Stored records ▸
==*==
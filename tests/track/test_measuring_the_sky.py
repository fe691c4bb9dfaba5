"""Distances and orbits out of rendered frames, through the commands a user types."""

from __future__ import annotations

import json
import shutil

import pytest

from planner.cli.main import run_with
from tests.conftest import ROOT

pytestmark = pytest.mark.slow

# IMCCE/ESO VT-2004 EIS-B1: solar horizontal parallax, IAU 1976
PUBLISHED_SOLAR_PARALLAX_ARCSEC = 8.794148
SITES = {
    "north": "{name: Northern camp (invented), latitude_deg: 38.3, longitude_deg: 140.9, height_m: 60}",
    "south": "{name: Southern camp (invented), latitude_deg: -33.5, longitude_deg: 150.2, height_m: 60}",
}


def told_by(command, capsys):
    capsys.readouterr()
    assert run_with([*command, "--json"]) == 0
    return json.loads(capsys.readouterr().out)


def test_solar_parallax_from_rehearsed_frames_of_the_transit_of_2012_at_two_sites(tmp_path, capsys):
    shutil.copy(ROOT / "configs/rigs/refractor_1000mm.yaml", tmp_path / "rig.yaml")
    plans, tracks = [], []
    for name, site in SITES.items():
        brief, plan, frames = tmp_path / f"{name}.yaml", tmp_path / f"{name}.plan.yaml", tmp_path / name
        brief.write_text(
            f"title: Venus crosses the Sun, 2012\nsite: {site}\nrig: rig.yaml\n"
            "event: {family: solar-transit, body: venus, date: 2012-06-06}\n"
        )
        assert run_with(["plan", str(brief), "-o", str(plan)]) == 0
        faults = ["--seed", str(len(plans) + 1), "--limb-motion", "0.3"]
        assert (
            run_with(["rehearse", str(plan), "-o", str(frames), "--frames", "12", "--binning", "8", *faults])
            == 0
        )
        out = tmp_path / f"{name}_checked"
        assert run_with(["check", str(plan), str(frames), "-o", str(out), "--no-pictures"]) == 0
        plans.append(str(plan))
        tracks.append(str(out / "track.ecsv"))
    forecast = told_by(["parallax", *plans], capsys)
    assert forecast["forecast"] is True
    found = told_by(["parallax", plans[0], tracks[0], plans[1], tracks[1]], capsys)
    error = found["solar_parallax_arcsec"] - PUBLISHED_SOLAR_PARALLAX_ARCSEC
    assert abs(error) < 3 * found["solar_parallax_sigma_arcsec"] < 0.6
    assert found["baseline_km"] > 5000


def test_the_orbit_of_mars_from_rehearsed_frames(tmp_path, capsys):
    """Published mean elements (Standish, JPL; from memory) differ from one epoch's by some 1e-4."""
    plan, frames, out = tmp_path / "mars.plan.yaml", tmp_path / "mars", tmp_path / "checked"
    assert run_with(["plan", str(ROOT / "configs/mars_retrograde_2027.yaml"), "-o", str(plan)]) == 0
    assert run_with(["rehearse", str(plan), "-o", str(frames), "--frames", "6", "--binning", "3"]) == 0
    assert run_with(["check", str(plan), str(frames), "-o", str(out), "--no-pictures"]) == 0
    found = told_by(["orbit", str(plan), str(out / "track.ecsv")], capsys)
    assert found["semi_major_axis_au"]["value"] == pytest.approx(1.52371034, abs=3e-4)
    assert found["eccentricity"]["value"] == pytest.approx(0.09339410, abs=3e-4)
    assert found["inclination_deg"]["value"] == pytest.approx(1.84969142, abs=0.01)
    forecast = told_by(["orbit", str(plan)], capsys)
    assert forecast["forecast"] is True
    assert 0 < forecast["eccentricity"]["sigma"] < 1e-4
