"""Close pairs are two stars where the light says so, and one star is never made two."""

from __future__ import annotations

import numpy as np
import pytest
from scipy.spatial import cKDTree

from imaging.stars.detection import detect
from tests.stars.test_detection import render, star_stamp

FWHM, SKY, READ, FLUX = 2.8, 200.0, 3.0, 20_000.0


def bounds_px(apart, ratio):
    """Cramer-Rao bounds of both places along the pair, all six parameters free."""
    sigma = FWHM / 2.3548
    truth = np.array([FLUX, -apart / 2, 0.1, FLUX * ratio, apart / 2, 0.1])

    def model(p):
        return star_stamp(p[1], p[2], p[0], sigma, 14) + star_stamp(p[4], p[5], p[3], sigma, 14)

    slopes = []
    for i in range(6):
        step = np.zeros(6)
        step[i] = 1e-3 * (truth[i] if i in (0, 3) else 1.0)
        slopes.append(((model(truth + step) - model(truth - step)) / (2 * step[i])).ravel())
    rows = np.array(slopes)
    information = (rows / (model(truth) + SKY + READ**2).ravel()) @ rows.T
    return np.sqrt(np.diag(np.linalg.inv(information)))[[1, 4]]


def pairs(apart, ratio, doubles=60, singles=500, seed=2):
    rng = np.random.default_rng(seed)
    gy, gx = np.mgrid[40:1170:50, 40:1370:50]
    place = np.column_stack([gx.ravel(), gy.ravel()])[: doubles + singles] + rng.uniform(
        -5, 5, (doubles + singles, 2)
    )
    turn = rng.uniform(0, 2 * np.pi, doubles)
    way = np.column_stack([np.cos(turn), np.sin(turn)])
    second = place[:doubles] + apart * way
    x, y = np.concatenate([place, second]).T
    flux = np.concatenate([np.full(len(place), FLUX), np.full(doubles, FLUX * ratio)])
    return render((1200, 1400), x, y, flux, FWHM, SKY, READ), place, second, way


# in units of FWHM, and of the brighter star's light; below, the two are one star with a flag
@pytest.mark.parametrize(
    ("separation", "ratio"), [(0.8, 1.0), (1.1, 1.0), (1.8, 1.0), (1.1, 0.3), (1.6, 0.3), (1.6, 0.1)]
)
def test_a_close_pair_is_told_apart_and_placed_near_the_bound(separation, ratio):
    frame, place, second, way = pairs(separation * FWHM, ratio)
    found = detect(frame, gain_e_adu=1.0)
    tree = cKDTree(np.column_stack([found.x_px, found.y_px]))
    one_away, one = tree.query(place[: len(second)])
    two_away, two = tree.query(second)
    split = (one != two) & (one_away < 1.5) & (two_away < 1.5)
    assert split.mean() > 0.9
    # close ones say so: their places hang on each other
    assert found.blended[one[split]].mean() > 0.9
    bound = bounds_px(separation * FWHM, ratio)
    for index, truth, best in ((one, place[: len(second)], bound[0]), (two, second, bound[1])):
        error = np.column_stack([found.x_px[index] - truth[:, 0], found.y_px[index] - truth[:, 1]])[split]
        along = (error * way[split]).sum(axis=1)
        # the width of the frame's stars is learned with the pairs in it, and is a little too wide
        assert np.sqrt(np.mean(along**2)) < 2.5 * best
    assert len(found) == len(place) + split.sum()


def test_lone_stars_are_not_split():
    rng = np.random.default_rng(3)
    gy, gx = np.mgrid[40:1170:40, 40:1370:40]
    x, y = gx.ravel() + rng.uniform(-5, 5, gx.size), gy.ravel() + rng.uniform(-5, 5, gx.size)
    flux = 10 ** rng.uniform(3.0, 6.0, gx.size)
    found = detect(render((1200, 1400), x, y, flux, FWHM), gain_e_adu=1.0)
    assert not found.blended.any()
    assert len(found) <= gx.size


@pytest.mark.parametrize("beta", [2.5, 3.5])
def test_stars_with_wings_are_not_split(beta):
    """Moffat profiles (Moffat 1969, A&A 3, 455), as the atmosphere makes them."""
    rng = np.random.default_rng(4)
    frame = np.full((900, 1200), SKY)
    gy, gx = np.mgrid[40:870:60, 40:1170:60]
    alpha = FWHM / 2 / np.sqrt(2 ** (1 / beta) - 1)
    yy, xx = np.mgrid[-25:26, -25:26]
    for row, column in zip(gy.ravel(), gx.ravel(), strict=True):
        a, b = rng.uniform(-0.5, 0.5, 2)
        flux = 10 ** rng.uniform(3.5, 5.5)
        shape = (1 + ((xx - a) ** 2 + (yy - b) ** 2) / alpha**2) ** -beta * (beta - 1) / np.pi / alpha**2
        frame[row - 25 : row + 26, column - 25 : column + 26] += flux * shape
    frame = (rng.poisson(frame) + rng.normal(0, READ, frame.shape)).astype("float32")
    found = detect(frame, gain_e_adu=1.0)
    assert len(found) <= gx.size * 1.01
    assert found.blended.mean() < 0.02
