"""Stars are found where they are, as precisely as the light allows, and hot pixels are not stars."""

from __future__ import annotations

import numpy as np
import pytest
from scipy.spatial import cKDTree
from scipy.special import erf

from imaging.stars.background import background
from imaging.stars.detection import detect


def star_stamp(x, y, flux, sigma, reach):
    """Light of a round Gaussian star in each pixel (integrated), at offsets from the pixel of the star."""
    span = np.arange(-reach, reach + 1)
    fx = erf((span + 0.5 - x) / sigma / 2**0.5) - erf((span - 0.5 - x) / sigma / 2**0.5)
    fy = erf((span + 0.5 - y) / sigma / 2**0.5) - erf((span - 0.5 - y) / sigma / 2**0.5)
    return flux * np.outer(fy, fx) / 4


def render(shape, x, y, flux, fwhm, sky=200.0, read=3.0, seed=1):
    """Frame in electrons: sky, stars, Poisson and read noise."""
    image = np.full(shape, sky)
    sigma, reach = fwhm / 2.3548, int(np.ceil(3 * fwhm)) + 2
    padded = np.pad(image, reach)
    for a, b, f in zip(x, y, flux, strict=True):
        column, row = round(a), round(b)
        padded[row : row + 2 * reach + 1, column : column + 2 * reach + 1] += star_stamp(
            a - column, b - row, f, sigma, reach
        )
    image = padded[reach:-reach, reach:-reach]
    rng = np.random.default_rng(seed)
    return (rng.poisson(image) + rng.normal(0, read, shape)).astype("float32")


def bound_px(flux, fwhm, sky=200.0, read=3.0):
    """Cramer-Rao bound of one coordinate (Winick 1986, J. Opt. Soc. Am. A 3, 1809), mean over places in a pixel."""
    sigma, step, bounds = fwhm / 2.3548, 1e-3, []
    for x, y in ((0.0, 0.0), (0.25, 0.4), (0.5, 0.1), (0.35, 0.35)):
        model = star_stamp(x, y, flux, sigma, 12)
        slope = (star_stamp(x + step, y, flux, sigma, 12) - star_stamp(x - step, y, flux, sigma, 12)) / (
            2 * step
        )
        bounds.append(1 / np.sqrt((slope**2 / (model + sky + read**2)).sum()))
    return float(np.mean(bounds))


def matched(found, x, y, within=1.5):
    distance, index = cKDTree(np.column_stack([found.x_px, found.y_px])).query(np.column_stack([x, y]))
    return distance < within, index


@pytest.mark.parametrize("fwhm", [2.0, 3.0, 5.0])
def test_faint_and_bright_centroids_reach_the_bound(fwhm):
    rng = np.random.default_rng(7)
    grid_y, grid_x = np.mgrid[30:1170:60, 30:1770:60]
    x = grid_x.ravel() + rng.uniform(-5, 5, grid_x.size)
    y = grid_y.ravel() + rng.uniform(-5, 5, grid_y.size)
    for flux in (2000.0, 10_000.0, 100_000.0):
        bound = bound_px(flux, fwhm)
        if bound > 0.25:
            continue
        found = detect(render((1200, 1800), x, y, np.full(len(x), flux), fwhm), gain_e_adu=1.0)
        ok, index = matched(found, x, y)
        assert ok.mean() > 0.99
        error = np.concatenate([found.x_px[index[ok]] - x[ok], found.y_px[index[ok]] - y[ok]])
        ratio = 1.4826 * np.median(np.abs(error)) / bound
        assert ratio < (1.2 if bound > 0.02 else 1.55), (
            f"flux {flux}: {ratio:.2f} of the bound {bound:.4f} px"
        )
        assert np.abs(np.median(error)) < 3 * bound / np.sqrt(len(error)) + 0.002
        stated = np.median(found.sigma_x_px[index[ok]])
        assert stated == pytest.approx(1.4826 * np.median(np.abs(error)), rel=0.3)


def test_noise_alone_holds_no_stars():
    frame = np.random.default_rng(3).normal(500, 12, (1500, 2000)).astype("float32")
    assert len(detect(frame)) <= 2


def test_hot_pixels_and_cold_columns_are_not_stars():
    rng = np.random.default_rng(4)
    frame = rng.normal(500, 12, (800, 1000)).astype("float32")
    y, x = rng.integers(5, 795, 200), rng.integers(5, 995, 200)
    frame[y, x] += rng.uniform(300, 20000, 200)
    frame[:, 300] = 100
    assert len(detect(frame)) <= 4


def test_a_gradient_and_vignetting_lose_no_stars():
    rng = np.random.default_rng(5)
    x, y = rng.uniform(20, 1980, 300), rng.uniform(20, 1480, 300)
    frame = render((1500, 2000), x, y, np.full(300, 6000.0), 3.0)
    yy, xx = np.mgrid[0:1500, 0:2000]
    shade = 1 - 0.4 * (((xx - 1000) / 1250) ** 2 + ((yy - 750) / 1250) ** 2)
    found = detect((frame * shade + 0.3 * xx).astype("float32"), gain_e_adu=1.0)
    ok, _ = matched(found, x, y)
    assert ok.mean() > 0.96  # a few of 300 fall onto each other
    assert len(found) < 310


def test_blank_parts_of_a_frame_are_passed_over():
    x, y = np.array([100.0, 300.0]), np.array([100.0, 120.0])
    frame = render((250, 400), x, y, np.array([20000.0, 20000.0]), 3.0)
    frame[:, 200:260] = np.nan
    found = detect(frame)
    ok, _ = matched(found, x, y)
    assert ok.all()
    assert len(found) == 2


def test_a_saturated_star_is_one_detection_and_says_so():
    frame = render((300, 300), np.array([150.3]), np.array([140.6]), np.array([5e6]), 4.0)
    found = detect(np.minimum(frame, 60000), saturation_adu=60000.0)
    near = np.hypot(found.x_px - 150.3, found.y_px - 140.6) < 12
    assert near.sum() == 1
    assert found.saturated[near].all()
    assert np.hypot(found.x_px[near] - 150.3, found.y_px[near] - 140.6) < 0.2


@pytest.mark.parametrize("shape", [(8, 8), (9, 500), (64, 64), (65, 129)])
def test_small_and_narrow_frames_do_not_break_it(shape):
    detect(np.random.default_rng(1).normal(0, 1, shape).astype("float32"))


def test_background_is_the_sky_between_the_stars():
    rng = np.random.default_rng(6)
    x, y = rng.uniform(10, 790, 400), rng.uniform(10, 590, 400)
    sky = background(render((600, 800), x, y, np.full(400, 30000.0), 3.0))
    assert np.abs(sky.level(0, 600) - 200).max() < 8
    assert np.median(sky.sigma_grid) == pytest.approx(np.sqrt(200 + 9), rel=0.1)


def scattered(count, shape, seed):
    rng = np.random.default_rng(seed)
    return (
        rng.uniform(20, shape[1] - 20, count),
        rng.uniform(20, shape[0] - 20, count),
        10 ** rng.uniform(3.6, 5.2, count),
    )


def strangers(found, x, y, within=3.0):
    """How many detections are none of the stars put in."""
    distance, _ = cKDTree(np.column_stack([x, y])).query(np.column_stack([found.x_px, found.y_px]))
    return distance > within


@pytest.mark.parametrize("lit", ["burnt out", "a crescent"])
def test_the_moons_glare_hides_only_what_is_near_it(lit):
    shape = (1500, 2000)
    x, y, flux = scattered(300, shape, 4)
    yy, xx = np.mgrid[0 : shape[0], 0 : shape[1]]
    away = np.hypot(xx - 900, yy - 700)
    glare = 15_000 / np.maximum(away / 160, 1) ** 2
    disc = away < 160 if lit == "burnt out" else (away < 160) & (np.hypot(xx - 960, yy - 700) > 170)
    rough = 1 + 0.3 * np.random.default_rng(1).normal(size=shape)  # ground that is not smooth
    light = np.where(disc, 1e6 if lit == "burnt out" else 20_000 * np.abs(rough), glare)
    frame = render(shape, x, y, flux, 2.8) + np.random.default_rng(2).poisson(light)
    found = detect(np.minimum(frame, 60_000), saturation_adu=60_000.0, gain_e_adu=1.0)
    far = np.hypot(x - 900, y - 700) > 2 * 160
    ok, _ = matched(found, x[far], y[far])
    assert ok.mean() > 0.97
    false = strangers(found, x, y)
    # its limb and its ground are many things that no catalogue knows, but only there
    assert (np.hypot(found.x_px[false] - 900, found.y_px[false] - 700) > 2 * 160).sum() <= 3
    assert not found.trailed


def test_a_planet_is_one_detection_and_its_light_hides_nothing_far():
    shape = (1000, 1400)
    x, y, flux = scattered(150, shape, 8)
    frame = render(shape, np.append(x, 700.3), np.append(y, 500.2), np.append(flux, 5e7), 2.8)
    found = detect(np.minimum(frame, 60_000), saturation_adu=60_000.0, gain_e_adu=1.0)
    here = np.hypot(found.x_px - 700.3, found.y_px - 500.2)
    assert (here < 15).sum() == 1
    assert found.saturated[here < 15].all()
    far = np.hypot(x - 700, y - 500) > 30
    assert matched(found, x[far], y[far])[0].mean() > 0.97


def test_a_satellite_is_no_row_of_stars():
    import cv2

    shape = (1000, 1400)
    x, y, flux = scattered(150, shape, 9)
    line = np.zeros(shape, np.float32)
    cv2.line(line, (0, 120), (1399, 800), 2000, 2, cv2.LINE_AA)
    found = detect(render(shape, x, y, flux, 2.8) + cv2.GaussianBlur(line, (0, 0), 1.0), gain_e_adu=1.0)
    assert strangers(found, x, y).sum() <= 3
    assert not found.trailed
    distance = np.abs(y - 120 - x * 680 / 1399)
    assert matched(found, x[distance > 20], y[distance > 20])[0].mean() > 0.97


@pytest.mark.parametrize("noise_adu", [0.3, 0.45, 0.7, 1.5])
@pytest.mark.parametrize("slope_adu", [0.0, 2.0])
def test_counts_coarser_than_the_noise_make_no_stars(noise_adu, slope_adu):
    """8-bit video, or frames averaged and rounded: a sky of one count and its neighbour holds no stars."""
    rng = np.random.default_rng(5)
    shape = (600, 800)
    grid_y, grid_x = np.mgrid[30:570:60, 30:770:60]
    x, y = grid_x.ravel() + rng.uniform(-5, 5, grid_x.size), grid_y.ravel() + rng.uniform(-5, 5, grid_y.size)
    sky_adu = 40.0 + slope_adu * np.linspace(0, 1, shape[1])
    light = sky_adu + rng.normal(0, noise_adu, shape)
    for a, b in zip(x, y, strict=True):
        stamp = star_stamp(a - round(a), b - round(b), 60 * noise_adu, 2.5 / 2.3548, 8)
        light[round(b) - 8 : round(b) + 9, round(a) - 8 : round(a) + 9] += stamp
    found = detect(np.rint(light).astype("float32"))
    hit, _ = matched(found, x, y)
    assert hit.mean() > 0.97
    assert len(found) - hit.sum() <= 12  # thousands where the sky's level is a whole count
    sky = background(np.rint(light).astype("float32"))
    level = sky.level(0, shape[0])
    assert np.abs(level - sky_adu).max() < max(0.2, 0.2 * noise_adu)


def test_the_noise_of_rounded_counts_is_that_of_the_counts():
    rng = np.random.default_rng(6)
    for noise_adu in (0.5, 1.0, 3.0):
        counts = np.rint(rng.normal(20.3, noise_adu, (512, 512))).astype("float32")
        assert np.median(background(counts).sigma_grid) == pytest.approx(counts.std(), rel=0.12)
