"""A chord across a disc and a path among stars, made of straight lines: no ephemeris, so that a fit is tested alone."""

from __future__ import annotations

import numpy as np

from imaging.track.path import PredictedPath
from imaging.track.sightings import Sightings, among_stars
from planner.events.family import Geometry
from planner.sky.discs import SkyDisc

T0 = 1.0e9
SUN_RADIUS_ARCSEC = 970.0


def disc(name, ra_deg, dec_deg, semidiameter):
    n = np.size(ra_deg)
    fill = np.ones(n)
    return SkyDisc(
        name, ra_deg, dec_deg, 1.5e8 * fill, semidiameter * fill, 0 * fill, 0 * fill, 0 * fill, 0 * fill, fill
    )


def chord_path(speed_arcsec_s=0.098, pa_deg=290.0, least_arcsec=570.0, bend_arcsec_s2=2e-8):
    """Mercury over the Sun: least distance, speed, and a little curvature as parallax gives it."""
    pa = np.radians(pa_deg)
    along = np.array([np.sin(pa), np.cos(pa)])
    aside = np.array([np.cos(pa), -np.sin(pa)])

    def geometry(tt_s):
        t = tt_s - T0
        place = least_arcsec * aside + np.outer(t * speed_arcsec_s, along)
        place = place + np.outer(bend_arcsec_s2 * t**2, aside)
        sun = disc("sun", np.full_like(t, 0.0), np.full_like(t, 0.0), SUN_RADIUS_ARCSEC)
        x, y = np.tan(place[:, 0] / 206264.80624709636), np.tan(place[:, 1] / 206264.80624709636)
        ra, dec = np.degrees(np.arctan(x)), np.degrees(np.arctan(y * np.cos(np.arctan(x))))
        mercury = disc("mercury", ra, dec, 5.0)
        nothing = np.full_like(t, np.nan)
        return Geometry(
            tt_s, {"sun": sun, "mercury": mercury}, "mercury", "sun", nothing, nothing, 0 * t, 0 * t + 30
        )

    return PredictedPath(geometry, None)


def stars_path(speed_arcsec_s=0.014):
    """A planet going round a small loop among the stars."""

    def geometry(tt_s):
        t = tt_s - T0
        ra = 150.0 - t * speed_arcsec_s / 3600.0
        dec = 12.0 + 0.3 * np.sin(t / 30 / 86400.0)
        mars = disc("mars", ra, dec, 7.0)
        nothing = np.full_like(t, np.nan)
        return Geometry(tt_s, {"mars": mars}, "mars", "stars", nothing, nothing, 0 * t, 0 * t - 30)

    return PredictedPath(geometry, None)


def disc_sightings(
    path,
    true_tt_s,
    rng,
    clock_s=0.0,
    rotation_deg=0.0,
    scale=1.0,
    sigma_arcsec=0.05,
    jitter_arcsec=0.0,
    exposure_s=0.001,
    scale_sigma=2e-5,
    drift=0.0,
    mirrored=False,
):
    """Frames as a camera turned by `rotation_deg` and of a scale `scale` times the nominal would give them."""
    from imaging.track.fit import turn

    n = len(true_tt_s)
    expected = path.at(true_tt_s)
    place = turn(np.column_stack([expected.east_arcsec, expected.north_arcsec]), -np.radians(rotation_deg))
    place = place / scale + rng.normal(0, np.hypot(sigma_arcsec, jitter_arcsec), (n, 2))
    if mirrored:
        place[:, 0] *= -1
    covariance = np.tile(np.eye(2) * sigma_arcsec**2, (n, 1, 1))
    stamped = true_tt_s + clock_s + drift * (true_tt_s - true_tt_s.mean())
    return Sightings(
        stamped,
        np.full(n, exposure_s),
        place[:, 0],
        place[:, 1],
        covariance,
        np.log(scale) + rng.normal(0, scale_sigma, n),
        np.full(n, scale_sigma),
    )


def star_sightings(path, true_tt_s, rng, clock_s=0.0, sigma_arcsec=0.5, exposure_s=30.0):
    n = len(true_tt_s)
    expected = path.at(true_tt_s)
    error = rng.normal(0, sigma_arcsec, (n, 2)) / 3600.0
    dec = expected.dec_deg + error[:, 1]
    ra = expected.ra_deg + error[:, 0] / np.cos(np.radians(dec))
    covariance = np.tile(np.eye(2) * sigma_arcsec**2, (n, 1, 1))
    return among_stars(true_tt_s + clock_s, np.full(n, exposure_s), ra, dec, covariance)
==*==
Task item ▸
Look above for the line holding "flux), fwhm), gain_e_adu=1.0)", then set down exactly that line and every line after it up to and including the line holding "error = np.concatenate([found.x_px[index[ok]]", with nothing else.

Result of the exercise ▸
        found = detect(render((1200, 1800), x, y, np.full(len(x), flux), fwhm), gain_e_adu=1.0)
        ok, index = matched(found, x, y)
        assert ok.mean() > 0.99
        error = np.concatenate([found.x_px[index[ok]] - x[ok], found.y_px[index[ok]] - y[ok]])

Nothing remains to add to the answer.